Eating at restaurants or eating cold pre-prepared food is good every now and again but you can’t beat self-cooked hot food. It keeps costs down, keeps you healthy and most of the time is really really tasty!

4 responses to “Cooking on a Cycle Tour

  1. Hahahaha, nothing overboard about having a large pannier devoted to cooking gear and spices each!

    Its nice to be independent but limiting yourselves to pasta when there is so much amazing produce out there seems to be a shame. Especially as you CAN (and will in my case) eat steak and chips with a cream sauce every night with no ill effects!

    In fact, it has got to the point where my husband (who used to be happy with pasta and red sauce every night) will have a strop in the supermarket if I’m tired and fancy making something simple. Cooking can be even more social when you have something interesting for dinner to talk about.

    Although when you have a serious coffee addiction you have to give up a fair amount of space to your coffee spot and supply of coffee. You can’t run out and France does love bad coffee so you have to stock up on the good stuff!

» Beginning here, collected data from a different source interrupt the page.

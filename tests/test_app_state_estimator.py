"""The design state with an estimator: editing L, its stable ranges, estimator-pole drags, undo/redo,
design files and live rooms — without a browser.

References: reference case 19 (/work/shared/reference-cases.md: A = [[0, 20.6], [1, 0]], C = [0, 1], both
estimator poles at −10 → L = [120.6, 20]ᵀ, derived by hand), Routh–Hurwitz for a quadratic (stable iff all
coefficients positive), the separation principle (case 22), numpy's eigvals as the independent check.
"""

import numpy as np
import pytest

from gainboard import core
from gainboard.app.design_file import design_from_json, design_to_json
from gainboard.app.rooms import SharedDesign, describe_change
from gainboard.app.state import DesignState

PENDULUM = core.Plant(A=[[0.0, 20.6], [1.0, 0.0]], B=[[1.0], [0.0]], C=[[0.0, 1.0]],
                      state_names=("rate", "angle"), output_names=("angle",))
K = [[30.0, 400.0]]


@pytest.fixture
def state():
    return DesignState(PENDULUM, gain=K)


def error_poles(plant, L):
    """numpy's eigenvalues of A − LC (the independent check)."""
    return np.sort_complex(np.linalg.eigvals(plant.A - np.asarray(L) @ plant.C))


def test_switching_to_the_estimator_gives_a_first_l_and_the_compensator_evaluation(state):
    assert state.estimator is None and state.estimator_evaluation is None
    assert state.set_editing("estimator")
    assert state.editing == "estimator" and state.estimator is not None
    compensator = state.estimator_evaluation
    assert compensator is not None and compensator.closed_loop.report.stable
    # the first estimator is 3× faster than the controller: poles of A − BK times 3 (common practice, no source)
    controller = np.linalg.eigvals(PENDULUM.A - PENDULUM.B @ np.array(K))
    np.testing.assert_allclose(np.sort_complex(compensator.estimator_poles.poles), np.sort_complex(3 * controller),
                               rtol=1e-8)
    assert compensator.closed_loop.separation_holds
    assert set(compensator.slider_ranges) == {(0, 0), (1, 0)}


def test_typed_estimator_poles_give_the_textbook_gain_and_its_routh_ranges(state):
    state.set_editing("estimator")
    assert state.place_poles([-10.0, -10.0])  # editing the estimator: targets are estimator poles
    np.testing.assert_allclose(state.estimator.gain, [[120.6], [20.0]], rtol=1e-12)  # case 19
    intervals = state.estimator_evaluation.entry_intervals
    # s² + l2 s + (l1 − 20.6): l1 > 20.6 with l2 = 20, l2 > 0 with l1 = 120.6 (Routh–Hurwitz)
    assert intervals[(0, 0)].intervals[0][0] == pytest.approx(20.6, rel=1e-10)
    assert intervals[(1, 0)].intervals[0][0] == pytest.approx(0.0, abs=1e-9)
    assert state.gain.tolist() == K  # K untouched


def test_an_entry_of_l_moved_live_is_one_undo_step_and_undo_redo_restore_l(state):
    state.set_editing("estimator")
    state.place_poles([-10.0, -10.0])
    for value in (100.0, 90.0, 80.0):
        assert state.set_estimator_entry(0, 0, value, live=True)
    state.end_gesture()
    assert state.estimator.gain[0, 0] == 80.0
    np.testing.assert_allclose(np.sort_complex(state.estimator_evaluation.estimator_poles.poles),
                               error_poles(PENDULUM, state.estimator.gain), atol=1e-9)
    assert state.undo()
    np.testing.assert_allclose(state.estimator.gain, [[120.6], [20.0]], rtol=1e-12)
    assert state.redo() and state.estimator.gain[0, 0] == 80.0
    assert state.undo() and state.undo()  # back past the typed poles to the first estimator
    assert state.undo()  # and before it: no estimator at all
    assert state.estimator is None and state.editing == "controller"


def test_dragging_an_estimator_pole_moves_l_and_its_conjugate_partner(state):
    state.set_editing("estimator")
    state.place_poles([-6 + 2j, -6 - 2j])
    poles = state.estimator_evaluation.estimator_poles.poles
    upper = int(np.argmax(poles.imag))
    assert state.begin_drag(upper)
    assert state.drag_pole(-8 + 3j, live=True)
    assert state.drag_pole(-9 + 4j, live=False)
    np.testing.assert_allclose(error_poles(PENDULUM, state.estimator.gain), np.sort_complex([-9 - 4j, -9 + 4j]),
                               atol=1e-9)
    assert state.estimator.method == "pole assignment" and state.undo_depth >= 1
    assert state.gain.tolist() == K


def test_kalman_design_adopts_l_and_keeps_the_error_covariance(state):
    assert state.design_kalman([0.0, 1.0], [0.01])
    assert state.estimator.method == "steady-state Kalman filter"
    # scipy's Riccati solver as the reference (filter equation = LQR equation of the dual)
    import scipy.linalg

    P = scipy.linalg.solve_continuous_are(PENDULUM.A.T, PENDULUM.C.T, np.diag([0.0, 1.0]), [[0.01]])
    np.testing.assert_allclose(state.kalman_result.error_covariance, P, rtol=1e-9)
    np.testing.assert_allclose(state.estimator.gain, P @ PENDULUM.C.T / 0.01, rtol=1e-9)


def test_the_checks_see_compensator_margins_beside_full_state_margins(state):
    state.set_editing("estimator")
    compensator = state.estimator_evaluation
    assert compensator.margins is not None and compensator.state_feedback_margins is not None
    assert compensator.state_feedback_margins.disk_margin == state.evaluation.margins.disk_margin


def test_design_files_and_rooms_carry_the_estimator(state):
    state.set_editing("estimator")
    state.place_poles([-10.0, -10.0])
    text = design_to_json(state.design())
    reopened = DesignState.from_design(design_from_json(text))
    np.testing.assert_array_equal(reopened.estimator.gain, state.estimator.gain)
    assert reopened.estimator_evaluation is not None
    # a room member adopts another's estimator as one undo step
    other = DesignState(PENDULUM, gain=K)
    shared = state.shared_design()
    assert other.adopt_shared(shared)
    np.testing.assert_array_equal(other.estimator.gain, state.estimator.gain)
    assert other.undo() and other.estimator is None
    assert describe_change(SharedDesign(PENDULUM, "", "", None, K, None), shared) == "changed the estimator gain L"


def test_a_new_plant_drops_the_estimator_and_refusals_keep_the_design(state):
    state.set_editing("estimator")
    before = state.estimator
    assert not state.set_estimator_gain([[1.0, 2.0]])
    assert "L is 1×2 but must be 2×1" in state.message and state.estimator is before
    assert not state.place_poles([-1.0, -2.0, -3.0])
    assert "3 estimator poles were given" in state.message
    assert not state.set_editing("sideways") and "choose what to edit" in state.message
    state.load_plant_reference("motor_arm_servo")
    assert state.estimator is None and state.editing == "controller" and state.estimator_evaluation is None


def test_the_estimator_form_can_change_and_reduced_order_has_its_own_shape():
    from gainboard.sample_plants import resolve_plant_reference

    plant = core.load_plant_file(resolve_plant_reference("cart_pendulum")[0])
    state = DesignState(plant)
    assert state.set_editing("estimator")
    assert state.estimator.method == "steady-state Kalman filter"  # the plant file gives its noise
    assert state.set_estimator_form("reduced-order")
    assert state.estimator.gain.shape == (2, 2) and state.estimator_evaluation.form == "reduced-order"
    assert state.estimator_evaluation.closed_loop.report.poles.size == 6  # n + (n − p)


def test_the_workbench_views_follow_the_estimator_without_a_browser():
    from gainboard.app.workbench import build_workbench

    workbench = build_workbench(PENDULUM).workbench
    state = workbench.state
    assert "Editing the controller gain K" in workbench.edit_mode.banner.object
    assert "add one" in workbench.compensator_checks.box.object
    workbench.edit_mode.switch.value = "Estimator L"  # what a click does
    assert state.editing == "estimator" and "Editing the estimator gain L" in workbench.edit_mode.banner.object
    assert workbench.estimator_panel.gain_text.value.startswith("[[")
    assert "with the estimator" in workbench.compensator_checks.box.object
    assert len(workbench.estimator_panel.sliders.panel.objects) == 2  # one slider per entry of L (2×1)
    assert workbench.pole_map.draw_tool.renderers == [workbench.pole_map.estimator_renderer]
    assert len(workbench.pole_map.estimator_source.data["x"]) == 2
    assert "estimator poles" in workbench.pole_map.legend.object
    workbench.file_panel.export_format.value = "c"
    header = workbench.file_panel._export().getvalue()
    assert "observer-based compensator" in header and "emergency stops" in header
    workbench.edit_mode.switch.value = "Controller K"
    assert workbench.pole_map.draw_tool.renderers == [workbench.pole_map.closed_renderer]
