def test_building_the_server_exempts_start_up_objects_from_garbage_collection():
    """What exists at start-up is frozen, so a full collection walks only newer objects.

    gc.freeze is the standard library's way to do this (Python documentation of the gc
    module); the measured pause it avoids is in keep_garbage_collection_short's docstring.
    """
    import gc

    from gainboard.app.server import keep_garbage_collection_short

    try:
        keep_garbage_collection_short()
        frozen = gc.get_freeze_count()
        assert frozen > 1000  # the libraries' own objects at least
        made_after = [[index] for index in range(1000)]  # new containers are not frozen
        assert gc.get_freeze_count() == frozen and gc.is_tracked(made_after)
    finally:
        gc.unfreeze()
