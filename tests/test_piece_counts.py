"""Unstable counts of the pieces between exact crossings, carried across the crossings (issue 15).

Reference: numpy.linalg.eigvals of A − B·K(v) at a point inside each piece (a brute-force count).
"""

import math

import numpy as np
from hypothesis import given, settings
from hypothesis import strategies as st

import gainboard.core._single_entry as single_entry
from gainboard.core import Plant, entry_stable_intervals


def _count_at(plant, K, row, col, value):
    gain = np.array(K, dtype=float)
    gain[row, col] = value
    poles = np.linalg.eigvals(plant.A - plant.B @ gain)
    return int(np.sum(np.abs(poles) >= 1.0)) if plant.is_sampled else int(np.sum(poles.real >= 0.0))


def _inside(low, high, current):
    if math.isinf(low) and math.isinf(high):
        return current
    if math.isinf(low):
        return high - max(1.0, abs(high))
    if math.isinf(high):
        return low + max(1.0, abs(low))
    return 0.5 * (low + high)


@settings(max_examples=40, deadline=None)
@given(seed=st.integers(0, 2**32 - 1), n=st.integers(2, 6), sampled=st.booleans())
def test_piece_counts_equal_eigenvalue_counts_inside_each_piece(seed, n, sampled):
    rng = np.random.default_rng(seed)
    plant = Plant(A=rng.normal(size=(n, n)) * (0.5 if sampled else 1.0), B=rng.normal(size=(n, 1)),
                  sample_time=0.1 if sampled else None)
    K = rng.normal(size=(1, n))
    col = int(rng.integers(n))
    result = entry_stable_intervals(plant, K, 0, col)
    for low, high, count in result.pieces:
        value = _inside(low, high, result.current_value)
        # a point of rounding size away from a crossing is not a fair reference; skip pieces too thin
        if not math.isinf(low) and not math.isinf(high) and high - low <= 1e-6 * max(1.0, abs(value)):
            continue
        assert count == _count_at(plant, K, 0, col, value)


def test_well_conditioned_crossings_need_no_eigenvalues_per_piece(monkeypatch):
    # s³ + 3s² + 2s + k (Routh: stable for 0 < k < 6; case 19 of reference-cases.md): two exact crossings,
    # three pieces. Counting them needs the count at the current value and the two far ends only.
    plant = Plant(A=[[0.0, 1.0, 0.0], [0.0, 0.0, 1.0], [0.0, -2.0, -3.0]], B=[[0.0], [0.0], [1.0]])
    counted = []
    original = single_entry._poles_and_counts_each

    def recording(families, value_lists):
        counted.extend(np.size(values) for values in value_lists)
        return original(families, value_lists)

    monkeypatch.setattr(single_entry, "_poles_and_counts_each", recording)
    result = entry_stable_intervals(plant, [[1.0, 0.0, 0.0]], 0, 0)
    assert [(round(low, 9), round(high, 9)) for low, high in result.intervals] == [(0.0, 6.0)]
    assert [count for _, _, count in result.pieces] == [1, 0, 2]  # Routh: one real pole for k < 0, a pair for k > 6
    assert sum(counted) == 3


def test_carried_counts_that_miss_the_far_end_fall_back_to_counting_every_piece(monkeypatch):
    # Remove the crossing at k = 6 from the exact method's answer: carrying from k = 1 then predicts 0 unstable
    # poles far right, the far-end count (2, Routh) disagrees, and the safety net finds the crossing by bisection.
    plant = Plant(A=[[0.0, 1.0, 0.0], [0.0, 0.0, 1.0], [0.0, -2.0, -3.0]], B=[[0.0], [0.0], [1.0]])
    original = single_entry.boundary_points

    def missing_one(family):
        return [point for point in original(family) if abs(point.gain - 6.0) > 1e-6]

    monkeypatch.setattr(single_entry, "boundary_points", missing_one)
    result = entry_stable_intervals(plant, [[1.0, 0.0, 0.0]], 0, 0)
    assert len(result.intervals) == 1
    low, high = result.intervals[0]
    assert abs(low) < 1e-9 and abs(high - 6.0) < 1e-6
    assert any(not crossing.exact for crossing in result.crossings)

    • Haha I can imagine it is great! Yeah I should’ve probably renamed this cooking pasta on a cycle tour. If people are feeling exotic they can always head over to your great blog for inspiration! Although I mainly talked about pasta here we did eat various curries, bacon, risotto and bruchetta. Steak and chips sounds divine though! I would gladly cycle 160km for some of that 😉

      I can’t blame him, it sounds so tasty. We mostly shopped at the budget supermarkets like Aldi and Lidl so had a more limited choice however still found great food every day. We decided to go for tea over coffee it seemed a much easier to take teabags with us, than a cafetiere and coffee.

      • We did a fair bit of shopping at aldi and lidl too although some of there stuff is not so cheap if you compare! They did have bargain duck breasts sometime though which was an amazing treat.

        We have a 6 cup stovetop espresso maker which we had to bring as we are both totally addicted to coffee. Tea just doesn’t cut it anymore but it is much easier for travelling.

        On our last tour there were 3 of us so our money went quite a long way when it came to food. We did have to carry a 3L pot, a 2.5L pot, a 2L pot and 2 frying pans (plus some other little bowls and stuff) as the 3 of us were couriers too and habitually ate as much as two people.